Work task: Whenever the word "forwardBackward" turns up in a line of the data below, copy that line.

=== Begin Enclosure ===

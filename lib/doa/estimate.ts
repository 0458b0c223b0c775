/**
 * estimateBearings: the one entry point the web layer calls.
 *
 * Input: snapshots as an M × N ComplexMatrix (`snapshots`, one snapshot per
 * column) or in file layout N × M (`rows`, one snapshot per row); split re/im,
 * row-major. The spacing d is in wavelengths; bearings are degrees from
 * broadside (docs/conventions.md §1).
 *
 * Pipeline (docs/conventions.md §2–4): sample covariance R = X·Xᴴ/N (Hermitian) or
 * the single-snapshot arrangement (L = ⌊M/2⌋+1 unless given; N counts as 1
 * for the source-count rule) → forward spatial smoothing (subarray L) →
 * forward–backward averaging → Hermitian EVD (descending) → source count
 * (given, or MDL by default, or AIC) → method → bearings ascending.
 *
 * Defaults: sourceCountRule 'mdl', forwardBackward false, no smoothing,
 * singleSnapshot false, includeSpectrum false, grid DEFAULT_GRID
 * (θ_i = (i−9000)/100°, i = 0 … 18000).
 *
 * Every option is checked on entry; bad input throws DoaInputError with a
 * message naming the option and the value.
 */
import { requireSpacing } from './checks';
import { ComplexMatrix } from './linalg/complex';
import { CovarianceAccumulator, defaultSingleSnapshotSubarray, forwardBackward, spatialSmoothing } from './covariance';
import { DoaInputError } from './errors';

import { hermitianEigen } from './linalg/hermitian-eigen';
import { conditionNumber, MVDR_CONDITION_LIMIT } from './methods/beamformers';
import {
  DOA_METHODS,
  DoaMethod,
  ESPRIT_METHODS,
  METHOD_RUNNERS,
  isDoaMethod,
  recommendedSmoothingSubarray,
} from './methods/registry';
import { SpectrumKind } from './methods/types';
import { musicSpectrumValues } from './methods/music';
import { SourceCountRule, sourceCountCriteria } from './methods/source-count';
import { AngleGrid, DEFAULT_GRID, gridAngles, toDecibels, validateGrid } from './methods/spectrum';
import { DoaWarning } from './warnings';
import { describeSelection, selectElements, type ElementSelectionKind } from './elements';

=== End Enclosure ===

Problem solution:
 * Defaults: sourceCountRule 'mdl', forwardBackward false, no smoothing,
import { CovarianceAccumulator, defaultSingleSnapshotSubarray, forwardBackward, spatialSmoothing } from './covariance';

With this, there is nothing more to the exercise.